Below is the analysis of the data.
The R-sq value of 60.7% indicates a relatively strong correlation between potency and time. The prediction equation is Potency % = 99.84 – 0.30523X, where X is the number of months you wish to predict potency for.
The company’s Six Sigma Black Belt reminded the lab manager that you can’t accept the regression without analyzing the residuals.
They looked like this:
The normal probability plot indicates the residuals are normally distributed around zero. The residuals versus fits appear to be random around zero, meaning the variance is constant. The histogram showed no outliers. The residuals versus order is random around zero, showing the residuals are uncorrelated.
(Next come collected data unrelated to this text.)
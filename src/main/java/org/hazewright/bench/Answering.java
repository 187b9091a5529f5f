package org.hazewright.bench;

import java.util.ArrayList;
import java.util.Comparator;
import java.util.HashSet;
import java.util.LinkedHashMap;
import java.util.List;
import java.util.Map;
import java.util.Optional;
import java.util.Set;
import java.util.function.BooleanSupplier;
import java.util.function.DoubleConsumer;
import org.hazewright.brief.Brief;
import org.hazewright.brief.Point;
import org.hazewright.brief.StockInHand;
import org.hazewright.design.Design;
import org.hazewright.design.Finding;
import org.hazewright.design.Option;
import org.hazewright.design.Score;
import org.hazewright.mixture.Coefficients;
import org.hazewright.mixture.Mixture;
import org.hazewright.mixture.Recipe;
import org.hazewright.mixture.Stock;
import org.hazewright.shelf.Ingredient;
import org.hazewright.shelf.Shelf;

/**
 * From a brief to the answer that a person weighs: search, stocks, rounding, and the final check on the full model.
 *
 * <p>The search ranks sets without stocks; a set that needs a milligram ranks low there and may be the best once a stock is made.
 * So every leading set is planned, unless what no plan can improve on (bias and ingredient terms of its optimum) is already above
 * the best plan. Offered is the plan of least score among those inside every tolerance, or of all when none is.
 */
public final class Answering {
    /** Draws behind the chance that is printed: its standard error is at most 0.25 in 100. */
    public static final int DRAWS = 40_000;

    /** Draws behind the chance while a brief is being edited, and behind that of alternatives: at most 0.8 in 100. */
    public static final int DRAWS_WHILE_EDITING = 4_000;

    /** Sets for which other ways of dosing are tried. */
    private static final int LEADING = 3;

    /** Fewer weighings of the same set are offered when they land at least this often as the best does. */
    private static final double WORTH_FEWER = 0.5;

    /** Where nothing meets every tolerance, another way may miss by so much more than the best. */
    private static final double WORTH_SHOWING = 1.2;

    /** How far tolerances are narrowed, step by step, until the rounded grams stay inside. */
    private static final double[] EDGES = {1, 0.999, 0.995, 0.98, 0.95, 0.9};

    private final Brief brief;
    private final Shelf shelf;
    private final Design design;
    private final List<Stock> inHand;
    private final int draws;

    private Answering(Brief brief, Shelf shelf, int draws, BooleanSupplier stop, DoubleConsumer progress) {
        this.brief = brief;
        this.shelf = shelf;
        this.draws = draws;
        this.design = new Design(brief, shelf, stop, progress);
        this.inHand = inHand(brief, shelf);
    }

    /** The dilutions that a brief says stand on the bench, in making order. */
    static List<Stock> inHand(Brief brief, Shelf shelf) {
        Map<String, Stock> stocks = new LinkedHashMap<>();
        for (StockInHand s : brief.stocksInHand()) {
            Ingredient holds = s.from().isPresent()
                    ? stocks.get(s.from().get()).ingredient()
                    : shelf.require(s.ingredient().orElseThrow());
            stocks.put(
                    s.id(),
                    new Stock(
                            s.id(),
                            holds,
                            WeighingOrder.lotOf(holds),
                            s.ingredientG(),
                            shelf.require(s.diluent()),
                            s.diluentG(),
                            s.from()));
        }
        return List.copyOf(stocks.values());
    }

    /** The answer, with up to {@code alternatives} other ways. */
    public static Answer to(Brief brief, Shelf shelf, int alternatives) {
        return to(brief, shelf, alternatives, () -> false, share -> {});
    }

    public static Answer to(Brief brief, Shelf shelf, int alternatives, BooleanSupplier stop, DoubleConsumer progress) {
        return new Answering(brief, shelf, DRAWS, stop, progress).answer(alternatives);
    }

    /**
     * The answer while a brief is being edited: the same search, proof, stocks and first-order uncertainties, no other ways, and
     * the chance and its intervals from {@value #DRAWS_WHILE_EDITING} draws only.
     */
    public static Answer whileEditing(Brief brief, Shelf shelf, BooleanSupplier stop) {
        return new Answering(brief, shelf, DRAWS_WHILE_EDITING, stop, share -> {}).answer(0);
    }

    /** An option made weighable. */
    private record Planned(Option option, StockPlan plan, Score score, double worstMiss) {
        Recipe recipe() {
            return plan.recipe();
        }

        boolean meets() {
            return worstMiss <= 1;
        }
    }

    private Answer answer(int alternatives) {
        Finding finding = design.find(alternatives == 0);
        List<Planned> planned = new ArrayList<>();
        double best = Double.POSITIVE_INFINITY;
        for (Option option : finding.options()) {
            if (option.meets() != finding.best().meets()) continue;
            double unbeatable = option.score().bias() + option.score().ingredient();
            if (alternatives == 0 && unbeatable > best) continue;
            Planned p = plan(option);
            planned.add(p);
            if (p.meets() == option.meets()) best = Math.min(best, p.score().total());
        }
        planned.sort(Comparator.comparing((Planned p) -> !p.meets())
                .thenComparingDouble(p -> p.score().total()));
        Planned offered = planned.get(0);
        return assemble(finding, offered, new OtherWays(planned).others(alternatives));
    }

    private Planned plan(Option option) {
        return plan(option, StockPlan.Wish.LEAST_SCORE);
    }

    private Planned plan(Option option, StockPlan.Wish wish) {
        Planned last = null;
        for (double edge : EDGES) {
            Optional<Option> narrowed = edge == 1 ? Optional.of(option) : design.narrowed(option, edge);
            if (narrowed.isEmpty()) break;
            Planned now = planned(narrowed.get(), option, wish);
            if (last == null || now.worstMiss() < last.worstMiss()) last = now;
            if (!option.meets() || now.meets()) break;
        }
        return last;
    }

    private Planned planned(Option option, Option exact, StockPlan.Wish wish) {
        Contents contents = new Contents(
                brief.title(),
                shelf,
                option.base(),
                option.concentrationGPerMl(),
                brief.volumeMl(),
                brief.temperatureC(),
                brief.sha256(),
                inHand);
        StockPlan plan = StockPlan.of(
                contents,
                brief.balance(),
                recipe -> {
                    double outside = Math.max(0, option.frozen().worstMiss(recipe) - 1);
                    double fine = exact.meets() ? 1e3 * outside : 0;
                    return option.frozen().score(recipe).total() + fine;
                },
                wish);
        Score score = option.frozen().score(plan.recipe());
        return new Planned(exact, plan, score, worstMiss(plan.recipe()));
    }

    private double worstMiss(Recipe recipe) {
        double[] values = values(Mixture.of(recipe));
        double worst = 0;
        for (int j = 0; j < values.length; j++)
            worst = Math.max(worst, Math.abs(brief.points().get(j).miss(values[j])));
        return worst;
    }

    private double[] values(Mixture mixture) {
        Map<Double, Coefficients> at = new LinkedHashMap<>();
        List<Point> points = brief.points();
        double[] values = new double[points.size()];
        for (int j = 0; j < values.length; j++) {
            Coefficients c = at.computeIfAbsent(points.get(j).wavelengthNm(), mixture::at);
            values[j] = points.get(j).quantity() == Point.Quantity.MUA ? c.muaPerCm() : c.muspPerCm();
        }
        return values;
    }

    private Answer assemble(Finding finding, Planned offered, List<Answer.Alternative> others) {
        Recipe recipe = offered.recipe();
        Outlook outlook = Outlook.of(brief, recipe, draws);
        double bias = 0;
        for (Answer.Predicted p : outlook.predicted()) bias += p.point().weight() * p.miss() * p.miss();
        Score score =
                new Score(bias, offered.score().ingredient(), offered.score().weighing());
        Option exact = offered.option();
        return new Answer(
                brief,
                recipe,
                Mixture.of(recipe),
                outlook.predicted(),
                score,
                new Answer.Exact(exact.score(), exact.concentrationGPerMl()),
                outlook.worstMiss(),
                Math.min(finding.bestPossibleWorstMiss(), outlook.worstMiss()),
                outlook.chance(),
                outlook.budget(),
                exact == finding.best() ? finding.limits() : design.heldBack(exact),
                others,
                finding.leftOut(),
                new Answer.SearchCount(finding.admissible(), finding.solved(), finding.cut(), finding.proven()),
                offered.plan().notes());
    }

    /** Plans worth offering beside the best: none beaten by another in score, weighings, cost and chance at once. */
    private final class OtherWays {
        private record Way(Planned planned, double chance, double cost) {
            int weighings() {
                return planned.plan().weighings();
            }

            boolean beats(Way other) {
                boolean noWorse =
                        planned.score().total() <= other.planned.score().total()
                                && weighings() <= other.weighings()
                                && !(cost > other.cost)
                                && chance >= other.chance - 0.005;
                return noWorse
                        && (planned.score().total() < other.planned.score().total()
                                || weighings() < other.weighings()
                                || cost < other.cost);
            }
        }

        private final List<Planned> planned;

        OtherWays(List<Planned> planned) {
            this.planned = planned;
        }

        List<Answer.Alternative> others(int most) {
            if (most == 0) return List.of();
            List<Way> ways = new ArrayList<>();
            List<Planned> all = new ArrayList<>(planned);
            all.addAll(otherDosing());
            for (Planned p : all) {
                double chance =
                        Outlook.of(brief, p.recipe(), DRAWS_WHILE_EDITING).chance();
                ways.add(new Way(p, chance, cost(p.plan())));
            }
            Way best = ways.get(0);
            List<Answer.Alternative> others = new ArrayList<>();
            for (Way way : ways.subList(1, ways.size())) {
                if (others.size() == most) break;
                if (ways.stream().anyMatch(other -> other != way && other.beats(way))) continue;
                if (!way.planned.meets() && way.planned.worstMiss() > WORTH_SHOWING * best.planned.worstMiss())
                    continue;
                boolean fewer = way.weighings() < best.weighings() && way.planned.option() == best.planned.option();
                if (fewer && way.chance < WORTH_FEWER * best.chance) continue;
                others.add(new Answer.Alternative(
                        why(way, best),
                        way.planned.recipe(),
                        way.planned.score(),
                        way.planned.worstMiss(),
                        way.chance,
                        way.weighings(),
                        way.cost));
            }
            return others;
        }

        /** The leading sets dosed with fewer weighings, and from the stocks in hand, where that is another recipe. */
        private List<Planned> otherDosing() {
            List<Planned> others = new ArrayList<>();
            for (Planned p : planned.subList(0, Math.min(LEADING, planned.size()))) {
                if (p.option().meets() != p.meets()) continue;
                Planned fewer = plan(p.option(), StockPlan.Wish.FEWEST_WEIGHINGS);
                if (fewer.plan().weighings() < p.plan().weighings() && fewer.meets() == p.meets()) others.add(fewer);
                if (inHand.isEmpty()) continue;
                Planned fromHand = plan(p.option(), StockPlan.Wish.STOCK_IN_HAND);
                boolean another =
                        !fromHand.plan().stocksInHand().equals(p.plan().stocksInHand());
                if (another && fromHand.meets() == p.meets()) others.add(fromHand);
            }
            return others;
        }

        private String why(Way way, Way best) {
            if (!way.planned.plan().stocksInHand().isEmpty()
                    && best.planned.plan().stocksInHand().isEmpty()) return "from stock in hand";
            if (way.chance > best.chance + 0.01) return "likelier to land";
            if (way.weighings() < best.weighings()) return "fewer weighings";
            if (way.cost < 0.95 * best.cost) return "costs less";
            Set<Ingredient> news =
                    new HashSet<>(way.planned.option().concentrationGPerMl().keySet());
            news.removeAll(best.planned.option().concentrationGPerMl().keySet());
            return news.isEmpty()
                    ? "another base"
                    : "with "
                            + news.stream()
                                    .map(Ingredient::id)
                                    .sorted()
                                    .findFirst()
                                    .orElseThrow();
        }
    }

    /** Price of what is weighed in, the rest of new stocks included; NaN when an ingredient has no price. */
    private static double cost(StockPlan plan) {
        Map<Ingredient, Double> grams = new LinkedHashMap<>(plan.recipe().massesG());
        for (Leftover left : plan.leftovers())
            plan.recipe()
                    .contentPerG(left.stock())
                    .forEach((i, perG) -> grams.merge(i, perG * left.leftG(), Double::sum));
        double cost = 0;
        for (var entry : grams.entrySet()) cost += entry.getKey().pricePerG().orElse(Double.NaN) * entry.getValue();
        return cost;
    }
}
Since all the assumptions of the residuals were met, the regression model can be considered valid.
Frequently Asked Questions (FAQ) about residuals
How are residuals computed?
It is the vertical difference between the prediction line value and the actual data point.
What do the residuals tell you?
They tell you the degree of error you have in your prediction equation. An analysis of the residuals and their accompanying graphs will indicate the validity of your regression model.
Are there any assumptions regarding the residuals when doing regression?
Yes. The primary assumptions are:
- The residuals should be normally distributed around a mean of zero
- The variance of the residuals should be constant and the plot of the residuals versus fits should be random around zero
- The residuals should be uncorrelated with each other.